Not quite right either.

The power of pantheon-ism: The older and more mystical I become I seem to hear the voices of the Gods of yesterday whisper and sing from all sorts of strange and unexpected places. I find a "warm Jeep seat" kind of comfort in this. Having denied myself spiritual experiences for some time these ethereal events stir my cold and alcohol starved heart. The door in my office has taken to sounding like Chewbacca. It makes mournful noises as if castigated by a manic Han Solo or upset at the loss of some Wookie stronghold or home planet. Then there is the cold water tap that, with the right adjustment, sounds like Draculus, the great green bird who advised and scolded the dim Noggin the Nog from time to time. How I miss his wise words, they came at 5.40 on the BBC just before the main news (that was when there was proper monochrome news, not the biased drivel we currently get). There is also the microwave that gives a stirring rendition of the first few bars of “Jump” by the Pointer Sisters.

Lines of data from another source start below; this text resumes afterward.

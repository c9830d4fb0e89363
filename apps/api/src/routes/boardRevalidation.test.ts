import request from 'supertest';
import { beforeAll, describe, expect, it } from 'vitest';
import { app, createOpenRequest, createShop, createWorld, knex, type World } from '../test/harness';

// The board answers a reload that finds nothing new with 304 Not Modified (RFC 9110, 13.1.2
// If-None-Match and 15.4.5), and anything that changes what it shows changes its tag.
const bearer = (token: string) => ({ Authorization: `Bearer ${token}` });

let w: World;
let requestId: number;
let title: string;
// Searching for this world's own request keeps other tests' requests off this board.
const board = (token: string, tag?: string) => {
  const r = request(app)
    .get(`/api/open-requests?q=${encodeURIComponent(title)}&canMake=false`)
    .set(bearer(token));
  return tag ? r.set('If-None-Match', tag) : r;
};

beforeAll(async () => {
  w = await createWorld();
  const open = await createOpenRequest(w);
  requestId = open.id;
  title = open.title;
});

describe('the board revalidates', () => {
  it('gives a tag, answers the same tag with 304 and no body, and the tag must be revalidated', async () => {
    const first = await board(w.tokens.estimator);
    expect(first.status).toBe(200);
    expect(first.body.items.map((r: { id: number }) => r.id)).toEqual([requestId]);
    const tag = first.headers.etag as string;
    expect(tag).toMatch(/^W\/".+"$/);
    expect(first.headers['cache-control']).toBe('private, no-cache');
    const again = await board(w.tokens.estimator, tag);
    expect(again.status).toBe(304);
    expect(again.text ?? '').toBe('');
    // Another query of the same board is another page, with another tag.
    const sorted = await request(app)
      .get(`/api/open-requests?q=${encodeURIComponent(title)}&canMake=false&sort=-needByDate`)
      .set(bearer(w.tokens.estimator))
      .set('If-None-Match', tag);
    expect(sorted.status).toBe(200);
  });

  it('changes the tag when the request is edited, measured again, or its printer renamed', async () => {
    const tagNow = async () => (await board(w.tokens.estimator)).headers.etag as string;
    let tag = await tagNow();
    const edits: Array<() => Promise<unknown>> = [
      () => knex('dieRequests').where({ id: requestId }).update({ quantity: 3 }),
      // The measure trigger writes the request row when a file's metrics change.
      () => knex('dielineFiles').where({ requestId }).update({ isPrimary: true }),
      () =>
        knex('organisations')
          .where({ id: w.printer.id })
          .update({ name: `${w.printer.name} Ltd` }),
    ];
    for (const edit of edits) {
      await edit();
      const stale = await board(w.tokens.estimator, tag);
      expect(stale.status).toBe(200);
      expect(stale.headers.etag).not.toBe(tag);
      tag = stale.headers.etag as string;
    }
  });

  it('changes the tag when the shop passes on the request, and gives another shop a tag of its own', async () => {
    // Passed-on requests shown, so that the row stays and only its "declined" changes.
    const all = (token: string, tag?: string) => {
      const r = request(app)
        .get(`/api/open-requests?q=${encodeURIComponent(title)}&canMake=false&hideDeclined=false`)
        .set(bearer(token));
      return tag ? r.set('If-None-Match', tag) : r;
    };
    const before = (await all(w.tokens.estimator)).headers.etag as string;
    expect((await all(w.tokens.estimator, before)).status).toBe(304);
    const other = await createShop();
    const theirs = await all(other.token, before);
    expect(theirs.status).toBe(200);
    expect(theirs.headers.etag).not.toBe(before);
    const declined = await request(app)
      .post(`/api/requests/${requestId}/decline`)
      .set(bearer(w.tokens.estimator))
      .send({ reason: 'Too busy' });
    expect(declined.status).toBe(204);
    const after = await all(w.tokens.estimator, before);
    expect(after.status).toBe(200);
    expect(after.body.items[0].declined).toBe(true);
  });
});

describe('the board shows the dies the shop can make', () => {
  it('reads what the shop has said with each sign-in, so a profile change shows at once, with a new tag', async () => {
    const mine = (token: string) =>
      request(app)
        .get(`/api/open-requests?q=${encodeURIComponent(title)}&hideDeclined=false`)
        .set(bearer(token));
    await knex('dieRequests').where({ id: requestId }).update({ counterWanted: true });
    const profile = (makesCounters: boolean) =>
      request(app)
        .patch('/api/organisation/profile')
        .set(bearer(w.tokens.shopAdmin))
        .send({ makesCounters })
        .expect(200);

    await profile(false);
    const without = await mine(w.tokens.estimator);
    expect(without.status).toBe(200);
    expect(without.body.items.map((r: { id: number }) => r.id)).not.toContain(requestId);

    await profile(true);
    const withIt = await mine(w.tokens.estimator);
    expect(withIt.body.items.map((r: { id: number }) => r.id)).toContain(requestId);
    expect(withIt.headers.etag).not.toBe(without.headers.etag);
    // The old tag is no answer to the new board.
    const revalidated = await mine(w.tokens.estimator).set('If-None-Match', without.headers.etag as string);
    expect(revalidated.status).toBe(200);
  });
});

It makes heating up any tin of your favourite Heinz product fun and provides the opportunity for a quick disco dance around the kitchen. I also know of a fire exit that's producing ZZ Top crunch guitar noises but I can't quite remember where it is. That of course is another problem with getting on a bit. Did I mention the toilet flush that once pulled does the scary bit from “Echoes” by Pink Floyd? And I'll never forget the lathe in a dockyard engineering workshop that was a dead ringer for most of Tangerine Dream's back catalogue. What a drag it is getting old.

Fuck it! It's going to be a Marks & Spencer, Sadistic & Masochistic & Multiple Sclerosis based Christmas this year complete with hampers, frozen limbs, tiny cheese burgers and miscellaneous high street and web based vouchers from the company of your choice which will most likely be one that has failed to pay any kind of meaningful tax in the UK since Winston Churchill was a boy. Leave the greedy but clearly legally acting big boys with their milky coffee and warehouses alone I say, adding more tax money into the government coffers only encourages politicians to do stupid things with your cash. It's like talking to one of them on a doorstep, it only ever gets worse and feeds the flames. Good luck to them and smoke 'em if you've got 'em. Tomorrow will be my Black or possibly Bleak Friday, I'll source all the relevant Chrissy booty, squirrel it into the back pocket of my jeans and then sit in the car with a warm bucket of KFC leftovers and salmonella whilst listening to the Comedy Hour on Radio Scotland (the home of witty banter). I often find that on reflection, these things I muse over and daydream about seldom come to pass and if they do they are always a bit of a disappointment. In life it's the anticipation that counts for most of the enjoyment. Learn to make your latte last Young Master.